Paula Delaflor, a 74-year-old Foxborough resident, rented her vacant gas station at 301 Main St. in Groveland to McCarthy in September 2011. Delaflor later told police that McCarthy based his business and stored equipment there for months without paying rent, and refused to leave. She said McCarthy owes her $18,463 in rent, storage costs, and legal fees that she had to pay to evict him in February. McCarthy didn’t leave the property until May, according to police.
In other police reports filed at Haverhill District Court:
Bala Balachander, 40, of Lexington, told police he hired McCarthy for a home remodeling project in March 2012, and lost $27,500 as a result of shoddy and uncompleted work. He also alleges McCarthy took $4,459 from his checking account.
Richard Tan of Winchester said he hired McCarthy to do work on his home last year. In April 2012, Tan planned to travel to Asia, so he paid McCarthy in advance to finish the project, and agreed to let McCarthy use his credit card to buy materials to build a deck. He later discovered that McCarthy used his credit card to make 18 purchases totaling $25,619 without his authorization. McCarthy admitted to making the charges, and wrote Tan a check for $15,790. The check bounced due to insufficient funds, Tan said.
Bay State Water Works Supply Inc. of Littleton reported that when McCarthy purchased materials last year he tried to pay with bad checks. The two checks he wrote for $1,026 in August and September of 2012 were from closed bank accounts.
McCarthy hired a Wayland man to do excavating work in Lunenburg last year and allegedly failed to pay him $15,000. In September, McCarthy sent him a check for $7,500. The check was no good: The account was closed.

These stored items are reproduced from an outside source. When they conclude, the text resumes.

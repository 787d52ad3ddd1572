"""What a good machine file becomes, and several problems at once."""

import time
from collections.abc import Callable
from datetime import date

import pytest
from hypothesis import HealthCheck, given, settings
from hypothesis import strategies as st

from sheets.errors import InputError, Problem
from sheets.machine.isolating import refusal
from sheets.machine.loading import MOST_PROBLEMS, parse_machine
from sheets.machine.model import Machine
from sheets.machine.parts import Adjuster, DirectionalValve, FixedPump, ReliefValve, VariablePump

VARIABLE_PUMP = """    kind: variable pump
    compensator:
      lowest: 20 bar
      highest: 200 bar
      raises: clockwise
      where: upper screw
      key: hex 5 mm
    load sensing:
      setting: 20 bar
      given by: drawing 7
      lowest: 10 bar
      highest: 40 bar
      raises: clockwise
      where: lower screw
      key: hex 4 mm
"""


def problems_in(text: str) -> tuple[Problem, ...]:
    with pytest.raises(InputError) as caught:
        parse_machine(text.encode(), "small.yaml")
    return caught.value.problems


@pytest.fixture
def load_sensing_text(small_text: str) -> str:
    text = small_text.replace("    kind: fixed pump\n", VARIABLE_PUMP)
    return text.replace("DV1.T]", "DV1.T, PU1.L]")


def test_values_arrive_in_base_units(small_text: str) -> None:
    machine = parse_machine(small_text.encode(), "small.yaml")
    pump, relief, valve = machine.parts["PU1"], machine.parts["RV1"], machine.parts["DV1"]

    assert machine.dated == date(2026, 1, 31)
    assert isinstance(pump, FixedPump)
    assert (pump.volumetric_efficiency, pump.displacement_cm3, pump.driven_by) == (0.93, 8.0, "M1")
    assert isinstance(relief, ReliefValve)
    # 3000 × 6894.757293168361 Pa; 10 × 3.785411784 L
    assert relief.rating_bar == pytest.approx(206.84271879505083, rel=1e-14)
    assert relief.rated_flow_lpm == pytest.approx(37.85411784, rel=1e-14)
    assert relief.adjusters()["adjuster"].setting_bar == 150.0
    assert isinstance(valve, DirectionalValve)
    assert valve.paths("push") == (("P", "A"), ("B", "T"))
    assert valve.ports == ("P", "T", "A", "B")
    assert machine.parts["CY1"].model_dump()["bore_mm"] == 63.5
    assert machine.units.pressure == ("bar",)


def test_all_problems_at_once_in_the_order_of_lines(small_text: str) -> None:
    text = small_text.replace("voltage: 24 V", "voltage: 24 bar")
    text = text.replace("volume: 60 L", "volumen: 60 L").replace("kind: hand valve", "kind: tap")
    text = text.replace("DV1.B, CY1.B", "DV1.B, CY1.B, XX9.A").replace(
        "    rest: closed", "    rest: closed\n    rest: open"
    )

    found = problems_in(text)

    assert [problem.where.removeprefix("small.yaml, ") for problem in found] == [
        "line 17, TK1, volumen",
        "line 46, HV1, kind",
        "line 50, HV1, rest",
        "line 96, nets, line B, item 3",
        "line 111, Q2, voltage",
    ]


ESCAPE = '"\\e[31m"'


@pytest.mark.parametrize(
    ("good", "bad"),
    [
        ("absent: [accumulator]", f"absent: {ESCAPE}"),
        ("kind: test point", f"kind: {ESCAPE}"),
        ("acting: direct", f"acting: {ESCAPE}"),
        ("volume: 60 L", f"volume: {ESCAPE}"),
        ("volume: 60 L", f"{ESCAPE}: 60 L"),
        ("kind: main switch", f"kind: {ESCAPE}"),
        ("  TP1:", f"  {ESCAPE}:"),
        ("  line A: [DV1.A, CY1.A]", f"  {ESCAPE}: [DV1.A, CY1.A, DV1.B]"),
        ("fitted at: [TP1]", f"fitted at: [{ESCAPE}]"),
        ("centre: [P to T]", f"centre: [{ESCAPE}]"),
    ],
)
def test_no_control_character_reaches_the_screen(small_text: str, good: str, bad: str) -> None:
    for problem in problems_in(small_text.replace(good, bad, 1)):
        assert (problem.where + problem.what + problem.fix).isprintable()


def test_a_flood_of_problems_is_cut(small_text: str) -> None:
    flood = "".join(f"x{number}: 1\n" for number in range(3 * MOST_PROBLEMS))

    found = problems_in(small_text + flood)

    assert len(found) == MOST_PROBLEMS + 1
    assert f"{2 * MOST_PROBLEMS} more" in found[-1].what


@pytest.mark.parametrize(
    ("good", "bad", "where"),
    [
        # a reference that can't be read: its net isn't short, and its port isn't called loose
        ("DV1.B, CY1.B", "DV1.B, CY1-B", "line 95, nets, line B, item 2"),
        # a part whose identifier can't be used: no net could name its ports
        ("  TP1:", "  ../HV2: {kind: test point, where: a, rating: 1 bar}\n  TP1:", "line 72, ../HV2"),
        # the only part of its kind, or the only entry of its section, can't be read
        ("volume: 60 L", "volume: 60 bar", "line 17, TK1, volume"),
        ("power: 5.5 kW", "power: 5.5 kN", "line 21, M1, power"),
        ("rating: 400 bar", "rating: 400 L", "line 75, TP1, rating"),
    ],
)
def test_what_cannot_be_read_brings_no_false_problem(
    small_text: str, good: str, bad: str, where: str
) -> None:
    (problem,) = problems_in(small_text.replace(good, bad, 1))

    assert problem.where == f"small.yaml, {where}"


def test_the_only_supply_cannot_be_read(small_text: str) -> None:
    begin, end = small_text.index("  Q2:"), small_text.index("controls:")
    text = (small_text[:begin] + small_text[end:]).replace("operated by: solenoids", "operated by: lever")
    text = text.replace("    solenoids: {push: Y1}\n", "")
    parse_machine(text.encode(), "small.yaml")

    (problem,) = problems_in(text.replace("voltage: 400 V", "voltage: 400 kW"))

    assert problem.where == "small.yaml, line 98, Q1, voltage"


def test_ports_with_a_plug_need_no_net(small_text: str) -> None:
    text = small_text.replace("  line B: [DV1.B, CY1.B]\n", "")
    for part in ("DV1", "CY1"):
        text = text.replace(f"  {part}:\n", f"  {part}:\n    plugged: [B]\n")

    assert parse_machine(text.encode(), "small.yaml").parts["CY1"].plugged == ("B",)


def test_no_reservoir(small_text: str) -> None:
    text = small_text.replace("  TK1:\n    kind: reservoir\n    where: below\n    volume: 60 L\n", "")
    text = (
        text.replace("TK1.T, ", "").replace("TK1.S, PU1.S", "HV1.B, PU1.S").replace("RV1.T, HV1.B", "RV1.T")
    )

    (problem,) = problems_in(text)

    assert problem.where == "small.yaml, line 13, parts"
    assert "no reservoir" in problem.what


@pytest.mark.parametrize("stated", ["drained", "fed", "sealed"])
def test_load_sensing_port_not_connected(load_sensing_text: str, stated: str) -> None:
    (problem,) = problems_in(load_sensing_text)
    assert problem.where == "small.yaml, line 31, PU1, load sensing, port not connected"
    assert "Port X" in problem.what

    said = load_sensing_text.replace("hex 4 mm", f"hex 4 mm\n      port not connected: {stated}")
    pump = parse_machine(said.encode(), "small.yaml").parts["PU1"]
    assert isinstance(pump, VariablePump)
    assert list(pump.adjusters()) == ["compensator", "load sensing"]
    assert pump.ports == ("S", "P", "L", "X")

    (problem,) = problems_in(said.replace("DV1.B, CY1.B", "DV1.B, CY1.B, PU1.X"))
    assert problem.where == "small.yaml, line 39, PU1, load sensing, port not connected"
    assert "stands in a net" in problem.what


@pytest.mark.parametrize(
    ("lines", "place"),
    [
        ("differential: 15 bar", "differential flow"),
        ("differential flow: 40 L/min", "differential"),
        ("differential: 20 bar\n      differential flow: 40 L/min", "differential"),
    ],
)
def test_differential_that_contradicts(load_sensing_text: str, lines: str, place: str) -> None:
    text = load_sensing_text.replace("hex 4 mm", f"hex 4 mm\n      port not connected: fed\n      {lines}")

    (problem,) = problems_in(text)

    assert problem.where.endswith(f"PU1, load sensing, {place}")


def test_signal_without_a_path(small_text: str) -> None:
    text = small_text.replace(
        "solenoids: {push: Y1}", "solenoids: {push: Y1}\n    signal: {rated flow: 2 L/min, rated drop: 5 bar}"
    ).replace("DV1.B, CY1.B", "DV1.B, CY1.B, DV1.LS")

    (problem,) = problems_in(text)

    assert problem.where == "small.yaml, line 63, DV1, signal"


@pytest.mark.parametrize(
    "kind",
    [
        "push button",
        "selector switch",
        "emergency stop",
        "E-stop",
        "contactor",
        "safe torque off",
        "STO",
        "controller output",
        "solenoid",
        "solenoid valve",
        "check valve",
        "spring-centred spool",
        "directional valve",
    ],
)
def test_control_devices_isolate_nothing(small_text: str, kind: str) -> None:
    (problem,) = problems_in(small_text.replace("kind: main switch", f"kind: {kind}"))

    assert problem.where == "small.yaml, line 103, Q1, isolator, kind"
    assert "isn't an energy isolating device" in problem.what
    assert "main switch" in problem.fix


def test_a_kind_nobody_knows_is_refused_without_a_reason(small_text: str) -> None:
    assert refusal("main swich") is None

    (problem,) = problems_in(small_text.replace("kind: main switch", "kind: main swich"))

    assert "'main swich' isn't known" in problem.what
    assert "Did you mean main switch?" in problem.fix


def test_a_hand_valve_isolates_no_electricity(small_text: str) -> None:
    (problem,) = problems_in(small_text.replace("kind: main switch", "kind: hand valve"))

    assert problem.where == "small.yaml, line 103, Q1, isolator, kind"


def test_values_made_in_the_program_are_held_to_the_same_rules() -> None:
    good = {"lowest_bar": 20.0, "highest_bar": 200.0, "raises": "clockwise", "where": "a", "key": "b"}

    assert Adjuster(**good).setting_bar is None
    for wrong in ({"lowest_bar": 300.0}, {"highest_bar": -1.0}, {"setting_bar": 10.0, "given_by": "c"}):
        with pytest.raises(ValueError, match=r"Write|Correct"):
            Adjuster(**{**good, **wrong})


def _large(text: str, relief_valves: int) -> bytes:
    begin, end = text.index("  RV1:"), text.index("  HV1:")
    block = text[begin:end]
    more = "".join(block.replace("RV1", f"RX{number}") for number in range(relief_valves))
    ports = "".join(f"RX{number}.{{}}, " for number in range(relief_valves))
    text = text[:end] + more + text[end:]
    text = text.replace("RV1.P,", "RV1.P, " + ports.replace("{}", "P"))
    return text.replace("RV1.T,", "RV1.T, " + ports.replace("{}", "T")).encode()


def _seconds(action: Callable[[], Machine]) -> float:
    times = []
    for _ in range(5):
        begin = time.process_time()
        action()
        times.append(time.process_time() - begin)
    return min(times)


def test_time_grows_with_the_parts_and_no_faster(small_text: str) -> None:
    parse_machine(_large(small_text, 1), "warm")
    small, large = _large(small_text, 52), _large(small_text, 52 * 4)
    assert len(parse_machine(small, "small").parts) == 60

    ratio = _seconds(lambda: parse_machine(large, "large")) / _seconds(lambda: parse_machine(small, "small"))

    assert ratio < 10  # 4 if it grows with the parts, 16 if with their square


@settings(max_examples=150, deadline=None, suppress_health_check=[HealthCheck.function_scoped_fixture])
@given(data=st.data())
def test_no_damage_to_a_file_brings_anything_but_problems(small_text: str, data: st.DataObject) -> None:
    lines = small_text.splitlines(keepends=True)
    for _ in range(data.draw(st.integers(1, 3))):
        place = data.draw(st.integers(0, len(lines) - 1))
        damage = data.draw(
            st.one_of(
                st.just(""),
                st.text(max_size=20).map(lambda text: text + "\n"),
                st.sampled_from(lines),
                st.sampled_from(
                    ["  - a\n", "kind: []\n", "    kind: {}\n", "nets: 1\n", "  x: [[]]\n", "parts: []\n"]
                ),
            )
        )
        lines[place] = damage
    try:
        parse_machine("".join(lines).encode("utf-8", "surrogatepass"), "small.yaml")
    except InputError as error:
        problems = error.problems
    else:
        return
    assert problems
    for problem in problems:
        assert problem.where.startswith("small.yaml")
        assert problem.what
        assert problem.fix
        assert (problem.where + problem.what + problem.fix).isprintable()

The Haverhill harbor master says McCarthy owes $2,661 for six seasons of storage, winterizing, and repairs for a boat he keeps in a city marina.
The investigation into the allegations against McCarthy is ongoing, said Gillen.
“There’s more to come, I believe,” he said. “We are hoping that he is prosecuted and he’s held responsible for each and every victim he’s stolen from.”
While McCarthy told the Globe he lives in Portsmouth, N.H., Groveland police say that he has lived at his girlfriend’s home in their town for the past three years, and that he has used several company names for the business he ran from there. Police say they responded to the house a number of times after McCarthy’s employees showed up there looking to collect wages they were owed. The house is also where McCarthy was arrested on July 14.
According to the Groveland police report, at 8:57 that morning, Detective Jim Morton saw McCarthy behind the wheel of a 2006 green Toyota Sienna minivan pulling away from the house. McCarthy spotted the cruiser and started backing up into the driveway, the report said, and Morton, with a warrant for McCarthy’s arrest and aware that his license had been revoked, pulled his vehicle into the driveway as well. McCarthy got out of the minivan and tried to escape into the house, but Morton ordered McCarthy to stop and then handcuffed him.
According to Morton’s report, McCarthy said he knew his license was revoked, and added: “But Jim, I was only driving to the mailbox at the end of my driveway — I wasn’t driving on the street.”
In addition to the multiple counts on the arrest warrant, McCarthy was charged with operating a motor vehicle with a suspended license.
It was the 10th time that McCarthy had been charged with the offense, police said.